> _Your assignment_
Write the data below out in full, exactly as it stands.

> _Available data_

[Start of Attachment]

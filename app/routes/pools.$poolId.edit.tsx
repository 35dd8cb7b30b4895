import { data, redirect } from "react-router";
import { requireArea } from "~/.server/guard";
import { companyPreferences } from "~/.server/settings/queries/company-settings";
import { poolForEdit } from "~/.server/routebook/queries/pools";
import { routeOptions } from "~/.server/routebook/queries/routes";
import { sourceOptions } from "~/.server/routebook/queries/sources";
import type { ServiceRefusal } from "~/.server/command-result";
import { fitEquipment, removeEquipment, savePool } from "~/.server/routebook/commands/pools";
import { PageHeader } from "~/components/data-table";
import { EquipmentPanel } from "~/components/routebook/equipment-panel";
import { PoolForm } from "~/components/routebook/pool-form";
import { todayIn } from "~/lib/dates";
import { formObject } from "~/lib/forms/fields";
import { parseEquipmentForm, parsePoolForm, parseRemovalForm } from "~/lib/forms/routebook";
import { idParam, notFoundPage } from "~/lib/route-params";
import type { Route } from "./+types/pools.$poolId.edit";

export const meta: Route.MetaFunction = ({ loaderData }) => [{ title: `Edit ${loaderData?.pool.street ?? "pool"} · Patina` }];

export async function loader({ params, context }: Route.LoaderArgs) {
  const scope = requireArea(context, "routebookEdit");
  const found = await poolForEdit(scope, idParam(params, "poolId", "pool"));
  if (!found) notFoundPage("No pool with that number in your company.");
  const [routes, sources, prefs] = await Promise.all([routeOptions(scope), sourceOptions(scope), companyPreferences(scope)]);
  return { ...found, routes, sources, units: prefs.units, today: todayIn(prefs.timeZone) };
}

const INTENTS = ["save-pool", "add-equipment", "replace-equipment", "remove-equipment"] as const;
type Intent = (typeof INTENTS)[number];

export async function action({ request, params, context }: Route.ActionArgs) {
  const scope = requireArea(context, "routebookEdit");
  const poolId = idParam(params, "poolId", "pool");
  const raw = formObject(await request.formData());
  const intent = (INTENTS as readonly string[]).includes(String(raw.intent)) ? (raw.intent as Intent) : null;
  if (!intent) {
    return data({ ok: false as const, intent: "", fieldErrors: { intent: `Intent: "${String(raw.intent ?? "")}" is not an action of this page.` }, formError: null }, { status: 400 });
  }
  const refuse = (refused: Pick<ServiceRefusal, "fieldErrors" | "formError"> & { status?: number }) =>
    data({ ok: false as const, intent, fieldErrors: refused.fieldErrors, formError: refused.formError }, { status: refused.status ?? 400 });
  const prefs = await companyPreferences(scope);
  const today = todayIn(prefs.timeZone);

  if (intent === "save-pool") {
    const parsed = parsePoolForm(raw, prefs.units);
    if (!parsed.ok) return refuse({ fieldErrors: parsed.fieldErrors, formError: null });
    const result = await savePool(scope, poolId, parsed.value);
    if (!result.ok) return refuse(result);
    throw redirect(`/pools/${poolId}`);
  }
  if (intent === "remove-equipment") {
    const parsed = parseRemovalForm(raw);
    if (!parsed.ok) return refuse({ fieldErrors: parsed.fieldErrors, formError: null });
    const result = await removeEquipment(scope, poolId, parsed.value.equipmentId, parsed.value.removedOn, today);
    if (!result.ok) return refuse(result);
    return { ok: true as const, intent, fieldErrors: {}, formError: null };
  }
  const parsed = parseEquipmentForm(raw);
  if (!parsed.ok) return refuse({ fieldErrors: parsed.fieldErrors, formError: null });
  let replacesId: number | null = null;
  if (intent === "replace-equipment") {
    const id = Number(raw.equipmentId);
    if (!Number.isInteger(id) || id <= 0) return refuse({ fieldErrors: { equipmentId: "Equipment: choose the item to replace." }, formError: null });
    replacesId = id;
  }
  const result = await fitEquipment(scope, poolId, parsed.value, today, replacesId);
  if (!result.ok) return refuse(result);
  return { ok: true as const, intent, fieldErrors: {}, formError: null, repeated: result.repeated };
}

export default function EditPool({ loaderData, actionData }: Route.ComponentProps) {
  const { pool, equipment, routes, sources, units, today } = loaderData;
  const poolAnswer = actionData?.intent === "save-pool" ? actionData : undefined;
  return (
    <div className="space-y-8">
      <PageHeader title={`Edit ${pool.street}`}>{pool.accountCode}</PageHeader>
      <PoolForm pool={pool} units={units} routes={routes} sources={sources} answer={poolAnswer} />
      <EquipmentPanel items={equipment} today={today} answer={actionData} />
    </div>
  );
}

export { ErrorPanel as ErrorBoundary } from "~/components/error-panel";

[End of Attachment]

> _Written response_
filename app/routes/pools.$poolId.edit.tsx
repository 35dd8cb7b30b4895
import { data, redirect } from "react-router";
import { requireArea } from "~/.server/guard";
import { companyPreferences } from "~/.server/settings/queries/company-settings";
import { poolForEdit } from "~/.server/routebook/queries/pools";
import { routeOptions } from "~/.server/routebook/queries/routes";
import { sourceOptions } from "~/.server/routebook/queries/sources";
import type { ServiceRefusal } from "~/.server/command-result";
import { fitEquipment, removeEquipment, savePool } from "~/.server/routebook/commands/pools";
import { PageHeader } from "~/components/data-table";
import { EquipmentPanel } from "~/components/routebook/equipment-panel";
import { PoolForm } from "~/components/routebook/pool-form";
import { todayIn } from "~/lib/dates";
import { formObject } from "~/lib/forms/fields";
import { parseEquipmentForm, parsePoolForm, parseRemovalForm } from "~/lib/forms/routebook";
import { idParam, notFoundPage } from "~/lib/route-params";
import type { Route } from "./+types/pools.$poolId.edit";

export const meta: Route.MetaFunction = ({ loaderData }) => [{ title: `Edit ${loaderData?.pool.street ?? "pool"} · Patina` }];

export async function loader({ params, context }: Route.LoaderArgs) {
  const scope = requireArea(context, "routebookEdit");
  const found = await poolForEdit(scope, idParam(params, "poolId", "pool"));
  if (!found) notFoundPage("No pool with that number in your company.");
  const [routes, sources, prefs] = await Promise.all([routeOptions(scope), sourceOptions(scope), companyPreferences(scope)]);
  return { ...found, routes, sources, units: prefs.units, today: todayIn(prefs.timeZone) };
}

const INTENTS = ["save-pool", "add-equipment", "replace-equipment", "remove-equipment"] as const;
type Intent = (typeof INTENTS)[number];

export async function action({ request, params, context }: Route.ActionArgs) {
  const scope = requireArea(context, "routebookEdit");
  const poolId = idParam(params, "poolId", "pool");
  const raw = formObject(await request.formData());
  const intent = (INTENTS as readonly string[]).includes(String(raw.intent)) ? (raw.intent as Intent) : null;
  if (!intent) {
    return data({ ok: false as const, intent: "", fieldErrors: { intent: `Intent: "${String(raw.intent ?? "")}" is not an action of this page.` }, formError: null }, { status: 400 });
  }
  const refuse = (refused: Pick<ServiceRefusal, "fieldErrors" | "formError"> & { status?: number }) =>
    data({ ok: false as const, intent, fieldErrors: refused.fieldErrors, formError: refused.formError }, { status: refused.status ?? 400 });
  const prefs = await companyPreferences(scope);
  const today = todayIn(prefs.timeZone);

  if (intent === "save-pool") {
    const parsed = parsePoolForm(raw, prefs.units);
    if (!parsed.ok) return refuse({ fieldErrors: parsed.fieldErrors, formError: null });
    const result = await savePool(scope, poolId, parsed.value);
    if (!result.ok) return refuse(result);
    throw redirect(`/pools/${poolId}`);
  }
  if (intent === "remove-equipment") {
    const parsed = parseRemovalForm(raw);
    if (!parsed.ok) return refuse({ fieldErrors: parsed.fieldErrors, formError: null });
    const result = await removeEquipment(scope, poolId, parsed.value.equipmentId, parsed.value.removedOn, today);
    if (!result.ok) return refuse(result);
    return { ok: true as const, intent, fieldErrors: {}, formError: null };
  }
  const parsed = parseEquipmentForm(raw);
  if (!parsed.ok) return refuse({ fieldErrors: parsed.fieldErrors, formError: null });
  let replacesId: number | null = null;
  if (intent === "replace-equipment") {
    const id = Number(raw.equipmentId);
    if (!Number.isInteger(id) || id <= 0) return refuse({ fieldErrors: { equipmentId: "Equipment: choose the item to replace." }, formError: null });
    replacesId = id;
  }
  const result = await fitEquipment(scope, poolId, parsed.value, today, replacesId);
  if (!result.ok) return refuse(result);
  return { ok: true as const, intent, fieldErrors: {}, formError: null, repeated: result.repeated };
}

export default function EditPool({ loaderData, actionData }: Route.ComponentProps) {
  const { pool, equipment, routes, sources, units, today } = loaderData;
  const poolAnswer = actionData?.intent === "save-pool" ? actionData : undefined;
  return (
    <div className="space-y-8">
      <PageHeader title={`Edit ${pool.street}`}>{pool.accountCode}</PageHeader>
      <PoolForm pool={pool} units={units} routes={routes} sources={sources} answer={poolAnswer} />
      <EquipmentPanel items={equipment} today={today} answer={actionData} />
    </div>
  );
}

export { ErrorPanel as ErrorBoundary } from "~/components/error-panel";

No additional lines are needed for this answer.